-- WORK REQUIRED --
Reproduce exactly, and only, the lines below from the one containing "char *slash = strrchr(parent, '/');" through the one containing "static enum status check_target(const".

-- EXERCISE MATERIAL --

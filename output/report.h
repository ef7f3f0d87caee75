/* SPDX-License-Identifier: GPL-3.0-or-later */
#ifndef EVENGAP_OUTPUT_REPORT_H
#define EVENGAP_OUTPUT_REPORT_H

/* report.html: verdict, figures, plots and cautions on one page that can be sent as a
 * single file; the pictures are inside it. */

#include "output/folder.h"
#include "solver/result.h"

/** Writes the report into the folder, with every *.svg the folder has so far.
 *  STATUS_WRITE with a message, STATUS_MEMORY. */
enum status report_write(struct folder *folder, const struct result *result,
                         struct messages *messages) MUST_CHECK;

#endif
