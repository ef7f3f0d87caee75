/* SPDX-License-Identifier: GPL-3.0-or-later */
#ifndef EVENGAP_OUTPUT_SHEET_LAYOUT_H
#define EVENGAP_OUTPUT_SHEET_LAYOUT_H

/* Columns and rows that the parts of the sheet share. */

#include "output/sink.h"

enum {
    SHEET_WIDTH = 88,
    SHEET_TITLE_COLUMN = 43,
    SHEET_VALUE_COLUMN = 26,
    SHEET_NOTE_INDENT = 6,
    SHEET_TEXT = 512 /* bytes of a composed line */
};

/** Prints text indented and wrapped at SHEET_WIDTH columns. */
void sheet_wrap(struct sink *sink, int indent, const char *text);

/** Prints an underlined heading after an empty line. */
void sheet_heading(struct sink *sink, const char *text);

/** First column of a row; goes to a new line when the title does not fit. */
void sheet_title(struct sink *sink, const char *text);

#endif
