#!/usr/bin/env bash
# SPDX-License-Identifier: GPL-3.0-or-later
# Holds the README against the program.
#
#     check_readme.sh geometry PROGRAM   its geometry file is drawn, runs and is judged
#     check_readme.sh words PROGRAM      it names what the program knows
set -euo pipefail
program=$(realpath "${2:?program}")
root=$(realpath "$(dirname "$0")/../..")
folder=$(mktemp -d)
trap 'rm -rf "$folder"' EXIT
"$root/.ci/readme_block" geometry >"$folder/readme.yaml"

check_geometry()
{
    "$program" draw "$folder/readme.yaml" --quiet
    "$program" run "$folder/readme.yaml" --quiet --fineness 0.5
    grep -q 'Verdict: the limit is met' "$folder/readme.result/sheet.txt"
}

# Every word read from standard input must stand in the README between backquotes, or as
# part of what does.
expect_words()
{
    local word missing=0 count=0
    while read -r word; do
        count=$((count + 1))
        grep -qE "\`[^\`]*${word}[^\`]*\`" "$root/README.md" && continue
        echo "README.md does not name $word"
        missing=1
    done
    [ "$count" -ge "$1" ] || { echo "only $count words to look for"; return 1; }
    return $missing
}

# Files of a result: the names of planes stand for <plane>.
result_files()
{
    find "$1" -type f -printf '%f\n' |
        sed -E 's/^(electric|magnetic)_(along|across|turned)\./<plane>./' | sort -u
}

check_words()
{
    for command in run draw; do
        "$program" "$command" --help
    done | grep -oE -- '--[a-z]+' | grep -v -- --help | sort -u | expect_words 4
    # Keys of the geometry file, as its schema lists them.
    sed -nE 's/^ +([a-z_]+): +\{\$ref: .*/\1/p' "$root/geometries/schema.yaml" |
        grep -vx items | sort -u | expect_words 30
    "$program" run "$folder/readme.yaml" --quiet --fineness 0.3 --grids 2 || [ $? -eq 1 ]
    result_files "$folder/readme.result" | expect_words 6
    head -n 1 "$folder/readme.result/path.csv" | tr -d '\r' | tr ',' '\n' |
        grep -v uncertainty | grep -v footprint | expect_words 5
}

"check_$1"
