static struct folded fold_node(const struct grid *grid, int i, int j)
{
    struct folded f = {-1, 0.0, 0.0, 1.0};
    if (fold_axis(grid, false, &i, &f.a, &f.sign) &&
        fold_axis(grid, true, &j, &f.b, &f.sign))
        f.node = j * grid->na + i;
    return f;
}

/* Free nodes, and nodes of an antimirror side: the field goes on behind it. */
static bool passable(const struct grid *grid, int node)
{
    const int owner = grid->owner[node];
    return owner == OWNER_FREE ||
           (owner < OWNER_FREE &&
            grid->plane->sides[OWNER_SIDE - owner].kind == SIDE_ANTIMIRROR);
}

/* Window round a node: which nodes are reached, and the points collected. */
struct view {
    const struct field *field;
    int i, j; /* centre */
    char seen[WINDOW_NODES];
    int stack[WINDOW_NODES];
    int depth;
    struct fit_point points[POINTS_MAX];
    int count;
};

static double weight_of(int di, int dj)
{
    return 1.0 / (1.0 + di * di + dj * dj);
}

static void view_add(struct view *view, double a, double b, double value, double weight)
{
    view->points[view->count++] = (struct fit_point){{a, b}, value, weight};
}

static void view_push(struct view *view, int di, int dj)
{
    const int slot = (dj + WINDOW) * WINDOW_SIDE + di + WINDOW;
    if (di < -WINDOW || di > WINDOW || dj < -WINDOW || dj > WINDOW || view->seen[slot])
        return;
    view->seen[slot] = 1;
    view->stack[view->depth++] = slot;
}

/* The leg of a reached node, seen in the direction (si, sj) of the unfolded plane. In a
 * reflected part of the plane the leg of the folded node points the other way. */
static void view_leg(struct view *view, const struct folded *from, int di, int dj,
                     int si, int sj)
{
    static const enum leg legs[2][2] = {{LEG_WEST, LEG_EAST}, {LEG_SOUTH, LEG_NORTH}};
    const struct grid *grid = view->field->grid;
    const struct folded to = fold_node(grid, view->i + di + si, view->j + dj + sj);
    if (to.node < 0)
        return;
    const int axis = sj != 0;
    const int step = to.node - from->node;
    const enum leg leg = legs[axis][step > 0];
    const double weight = weight_of(di + si, dj + sj);
    const struct cut *cut = grid_cut(grid, from->node, leg);
    if (cut != NULL) {
        view_add(view, from->a + si * cut->length, from->b + sj * cut->length,
                 from->sign * view->field->part_value[cut->part], weight);
    } else if (passable(grid, to.node)) {
        view_push(view, di + si, dj + sj);
    } else {
        view_add(view, to.a, to.b, to.sign * view->field->phi[to.node], weight);
    }
}

static void view_collect(struct view *view)
{
    const struct field *field = view->field;
    view_push(view, 0, 0);
    while (view->depth > 0) {
        const int slot = view->stack[--view->depth];
        const int di = slot % WINDOW_SIDE - WINDOW, dj = slot / WINDOW_SIDE - WINDOW;
        const struct folded at = fold_node(field->grid, view->i + di, view->j + dj);
        view_add(view, at.a, at.b, at.sign * field->phi[at.node], weight_of(di, dj));
        view_leg(view, &at, di, dj, -1, 0);
        view_leg(view, &at, di, dj, 1, 0);
        view_leg(view, &at, di, dj, 0, -1);
        view_leg(view, &at, di, dj, 0, 1);
    }
}

static enum status fits_grow(struct field *field)
{
    void *array = field->fits;
    enum status status = mem_grow(&array, &field->fit_capacity,
                                  (size_t)field->fit_count + 1, sizeof *field->fits);
    field->fits = array;
    return status;
}
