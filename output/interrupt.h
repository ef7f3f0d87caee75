/* SPDX-License-Identifier: GPL-3.0-or-later */
#ifndef EVENGAP_OUTPUT_INTERRUPT_H
#define EVENGAP_OUTPUT_INTERRUPT_H

/* SIGINT, SIGTERM and SIGHUP while files are being staged: noted instead of obeyed at
 * once, so that the half-written folder can be removed first. */

#include <stdbool.h>

/** Notes the signals from now on; a signal that is ignored stays ignored. */
void interrupt_watch(void);

/** True once a watched signal has come. */
bool interrupt_seen(void);

/** Puts the default behaviour back and, if a signal came, sends it to the process
 *  again: then this does not return. */
void interrupt_release(void);

#endif
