/* SPDX-License-Identifier: GPL-3.0-or-later */
#ifndef EVENGAP_OUTPUT_PLANE_VTK_H
#define EVENGAP_OUTPUT_PLANE_VTK_H

/* One plane as a legacy VTK text file. */

#include "output/sink.h"
#include "solver/result.h"

/** Writes a plane on its finest grid as RECTILINEAR_GRID, file coordinates (x, y, z) =
 *  plane axes (a, b, 0), metres, with point data
 *      potential   double, V or A
 *      part        int, index of the part, -1 free space, -2 .. -5 a wall (low a, high
 *                  a, low b, high b)
 *      electric_field (V/m) or magnetic_flux_density (T), three doubles along (a, b),
 *                  the third 0; zero inside parts
 *  Axes and units stand in the title line. The caller closes the sink.
 *  STATUS_UNTRUSTED with a message, before anything is written, if a value is not
 *  finite.
 *  Source: file format of the Visualization Toolkit, legacy version 3.0. */
enum status plane_vtk_write(struct sink *sink, enum plane_kind kind,
                            const struct plane_result *plane,
                            struct messages *messages) MUST_CHECK;

#endif
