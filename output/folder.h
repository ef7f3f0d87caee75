/* SPDX-License-Identifier: GPL-3.0-or-later */
#ifndef EVENGAP_OUTPUT_FOLDER_H
#define EVENGAP_OUTPUT_FOLDER_H

/* A folder that appears whole or not at all. Files are written into a folder of
 * another name beside the final place; committing swaps it in. Whatever stops the
 * program before that leaves the previous folder as it was.
 *
 * Only a folder that this program wrote is ever replaced: it must hold a summary.json
 * with the marker {"evengap": ..., "kind": ...} and nothing that is not in its list of
 * "files". An empty folder may be replaced too. */

#include <stddef.h>

#include "output/sink.h"
#include "shared/attributes.h"
#include "shared/message.h"
#include "shared/status.h"

#define FOLDER_MARKER_FILE "summary.json"

/* Caller-owned; zeroed is empty. */
struct folder {
    char *target;     /* final path, links resolved */
    char *staging;    /* where the files are now; NULL before begin and after the end */
    const char *kind; /* borrowed: "summary" or "drawing" */
    char **names;     /* [count] files made so far, in order */
    size_t count;
};

/** Says early, before any work, whether a folder could be put at `path`. STATUS_WRITE
 *  with a message: something else is there, or the parent is missing or cannot be
 *  written to. STATUS_MEMORY. */
enum status folder_check(const char *path, const char *kind,
                         struct messages *messages) MUST_CHECK;

/** Makes the staging folder. Errors as folder_check. */
enum status folder_begin(struct folder *folder, const char *path, const char *kind,
                         struct messages *messages) MUST_CHECK;

/** Opens a new file of the folder and adds its name to the list. */
enum status folder_open(struct folder *folder, const char *name, struct sink *sink,
                        struct messages *messages) MUST_CHECK;

/** Adds the name of a file that something else wrote into the staging folder. */
enum status folder_note(struct folder *folder, const char *name) MUST_CHECK;

/** Path of a file in the staging folder; caller frees; NULL if memory ran out. */
char *folder_path(const struct folder *folder, const char *name);

/** Puts the folder in place and removes the previous one. STATUS_WRITE leaves the
 *  previous folder in place. On systems that cannot swap two names in one step there
 *  is a moment in which only `<path>.old-...` exists. */
enum status folder_commit(struct folder *folder, struct messages *messages) MUST_CHECK;

/** Removes what is staged, if anything, and empties the struct. Safe on zeroed, after
 *  a commit, and twice. */
void folder_free(struct folder *folder);

#endif
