/* SPDX-License-Identifier: GPL-3.0-or-later */

/* Replacing a folder is the one dangerous thing the program does to a user's disk. So
 * the old one is recognised by its own summary.json first, strangers' files in it are a
 * reason to refuse, and it is removed only after the new one stands in its place. */

#define _XOPEN_SOURCE 700 /* NOLINT: asks the C library for realpath() */

#include "output/folder.h"

#include <dirent.h>
#include <errno.h>
#include <jansson.h>
#include <stdbool.h>
#include <stdio.h>
#include <stdlib.h>
#include <string.h>
#include <sys/stat.h>
#include <unistd.h>

#include "output/exchange.h"
#include "shared/mem.h"

#define PLACE_NONE ((struct place){0, 0})

static char *join(const char *first, const char *middle, const char *last)
{
    size_t size = strlen(first) + strlen(middle) + strlen(last) + 1;
    char *text = MEM_NEW(size, char);
    if (text)
        (void)snprintf(text, size, "%s%s%s", first, middle, last);
    return text;
}

static enum status refuse(struct messages *messages, const char *path,
                          const char *reason)
{
    messages_add(messages, SEVERITY_ERROR, PLACE_NONE,
                 "cannot put the result at %s: %s", path, reason);
    return STATUS_WRITE;
}

/* Path without trailing slashes and with links of an existing folder resolved. */
static char *resolve(const char *path)
{
    char *real = realpath(path, NULL);
    if (real) {
        char *copy = mem_text(real);
        free(real);
        return copy;
    }
    char *copy = mem_text(path);
    if (!copy)
        return NULL;
    for (size_t n = strlen(copy); n > 1 && copy[n - 1] == '/'; n--)
        copy[n - 1] = '\0';
    return copy;
}

static bool is_listed(const json_t *files, const char *name)
{
    size_t k;
    json_t *entry;
    json_array_foreach(files, k, entry)
    {
        const char *text = json_string_value(entry);
        if (text && strcmp(text, name) == 0)
            return true;
    }
    return false;
}

static bool is_dot(const char *name)
{
    return strcmp(name, ".") == 0 || strcmp(name, "..") == 0;
}

/* Looks for an entry that is not in the list (files may be NULL: nothing is). */
static enum status check_entries(const char *path, const json_t *files,
                                 struct messages *messages)
{
    DIR *directory = opendir(path);
    if (!directory)
        return refuse(messages, path, strerror(errno));
    enum status status = STATUS_OK;
    for (struct dirent *entry; !status && (entry = readdir(directory));) {
        if (is_dot(entry->d_name) || is_listed(files, entry->d_name))
            continue;
        messages_add(messages, SEVERITY_ERROR, PLACE_NONE,
                     "cannot put the result at %s: the folder exists and holds '%s', "
                     "which evengap did not write; move it or choose another folder "
                     "with --output",
                     path, entry->d_name);
        status = STATUS_WRITE;
    }
    (void)closedir(directory);
    return status;
}

static bool has_marker(const json_t *root, const char *kind)
{
    const char *found = json_string_value(json_object_get(root, "kind"));
    return json_is_integer(json_object_get(root, "evengap")) && found &&
           strcmp(found, kind) == 0;
}

static enum status check_ours(const char *path, const char *kind,
                              struct messages *messages)
{
    char *marker = join(path, "/", FOLDER_MARKER_FILE);
    if (!marker)
        return STATUS_MEMORY;
    json_t *root = json_load_file(marker, 0, NULL);
    mem_free(marker);
    const json_t *files =
        has_marker(root, kind) ? json_object_get(root, "files") : NULL;
    enum status status = check_entries(path, files, messages);
    json_decref(root);
    return status;
}

static enum status check_parent(const char *path, struct messages *messages)
{
    char *parent = mem_text(path);
    if (!parent)
        return STATUS_MEMORY;
    char *slash = strrchr(parent, '/');
    if (slash)
        slash[slash == parent ? 1 : 0] = '\0';
    int bad = access(slash ? parent : ".", W_OK | X_OK);
    mem_free(parent);
    return bad ? refuse(messages, path, strerror(errno)) : STATUS_OK;
}

static enum status check_target(const char *path, const char *kind,
                                struct messages *messages)
{
    struct stat found;
    if (!*path || is_dot(path))
        return refuse(messages, path, "not a name for a new folder");
    if (lstat(path, &found) == 0) {
        if (!S_ISDIR(found.st_mode))
            return refuse(messages, path, "something that is not a folder is there");
        enum status status = check_ours(path, kind, messages);
        if (status)
            return status;
    } else if (errno != ENOENT) {
        return refuse(messages, path, strerror(errno));
    }
    return check_parent(path, messages);
}

enum status folder_check(const char *path, const char *kind, struct messages *messages)
{
    char *target = resolve(path);
    if (!target)
        return STATUS_MEMORY;
    enum status status = check_target(target, kind, messages);
    mem_free(target);
    return status;
}

/* mkdtemp keeps others out; a result folder gets the rights any new folder would. */
static int open_to_umask(const char *path)
{
    mode_t mask = umask(0);
    (void)umask(mask);
    return chmod(path, 0777 & ~mask);
}

enum status folder_begin(struct folder *folder, const char *path, const char *kind,
                         struct messages *messages)
{
    *folder = (struct folder){.kind = kind};
    folder->target = resolve(path);
    char *staging = folder->target ? join(folder->target, ".new-", "XXXXXX") : NULL;
    if (!staging)
        return STATUS_MEMORY;
    enum status status = check_target(folder->target, kind, messages);
    if (!status && !mkdtemp(staging))
        status = refuse(messages, folder->target, strerror(errno));
    if (status) {
        mem_free(staging);
        return status;
    }
    folder->staging = staging;
    if (open_to_umask(staging))
        return refuse(messages, folder->target, strerror(errno));
    return STATUS_OK;
}

char *folder_path(const struct folder *folder, const char *name)
{
    return join(folder->staging, "/", name);
}

enum status folder_note(struct folder *folder, const char *name)
{
    char *copy = mem_text(name);
    char **names =
        copy ? mem_resize(folder->names, folder->count + 1, sizeof *names) : NULL;
    if (!names) {
        mem_free(copy);
        return STATUS_MEMORY;
    }
    folder->names = names;
    folder->names[folder->count++] = copy;
    return STATUS_OK;
}

enum status folder_open(struct folder *folder, const char *name, struct sink *sink,
                        struct messages *messages)
{
    *sink = (struct sink){0};
    enum status status = folder_note(folder, name);
    if (status)
        return status;
    char *path = folder_path(folder, name);
    status = path ? sink_open(sink, path, messages) : STATUS_MEMORY;
    mem_free(path);
    return status;
}

/* Removes a folder of plain files. */
static int remove_flat(const char *path)
{
    DIR *directory = opendir(path);
    if (!directory)
        return -1;
    for (struct dirent *entry; (entry = readdir(directory));) {
        if (!is_dot(entry->d_name))
            (void)unlinkat(dirfd(directory), entry->d_name, 0);
    }
    (void)closedir(directory);
    return rmdir(path);
}

/* For systems without a swap. Leaves the path of the previous folder in staging. */
static int move_aside(struct folder *folder)
{
    char *aside = join(folder->target, ".old-", strrchr(folder->staging, '-') + 1);
    if (!aside) {
        errno = ENOMEM;
        return -1;
    }
    int bad = rename(folder->target, aside);
    if (!bad && rename(folder->staging, folder->target)) {
        int reason = errno;
        (void)rename(aside, folder->target);
        errno = reason;
        bad = -1;
    }
    if (bad) {
        mem_free(aside);
        return bad;
    }
    mem_free(folder->staging);
    folder->staging = aside;
    return 0;
}

static void remove_previous(const char *path, struct messages *messages)
{
    if (remove_flat(path))
        messages_add(messages, SEVERITY_WARNING, PLACE_NONE,
                     "the previous result could not be removed and is now %s: %s", path,
                     strerror(errno));
}

enum status folder_commit(struct folder *folder, struct messages *messages)
{
    enum status status = check_target(folder->target, folder->kind, messages);
    if (status)
        return status;
    struct stat found;
    if (lstat(folder->target, &found)) { /* nothing there: a rename is one step */
        if (rename(folder->staging, folder->target))
            return refuse(messages, folder->target, strerror(errno));
    } else {
        if (exchange_paths(folder->staging, folder->target) && move_aside(folder))
            return refuse(messages, folder->target, strerror(errno));
        remove_previous(folder->staging, messages);
    }
    mem_free(folder->staging);
    folder->staging = NULL;
    return STATUS_OK;
}

void folder_free(struct folder *folder)
{
    if (folder->staging)
        (void)remove_flat(folder->staging);
    for (size_t k = 0; k < folder->count; k++)
        mem_free(folder->names[k]);
    mem_free(folder->names);
    mem_free(folder->staging);
    mem_free(folder->target);
    *folder = (struct folder){0};
}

-- SOLVED EXERCISE --
    char *slash = strrchr(parent, '/');
    if (slash)
        slash[slash == parent ? 1 : 0] = '\0';
    int bad = access(slash ? parent : ".", W_OK | X_OK);
    mem_free(parent);
    return bad ? refuse(messages, path, strerror(errno)) : STATUS_OK;
}

static enum status check_target(const char *path, const char *kind,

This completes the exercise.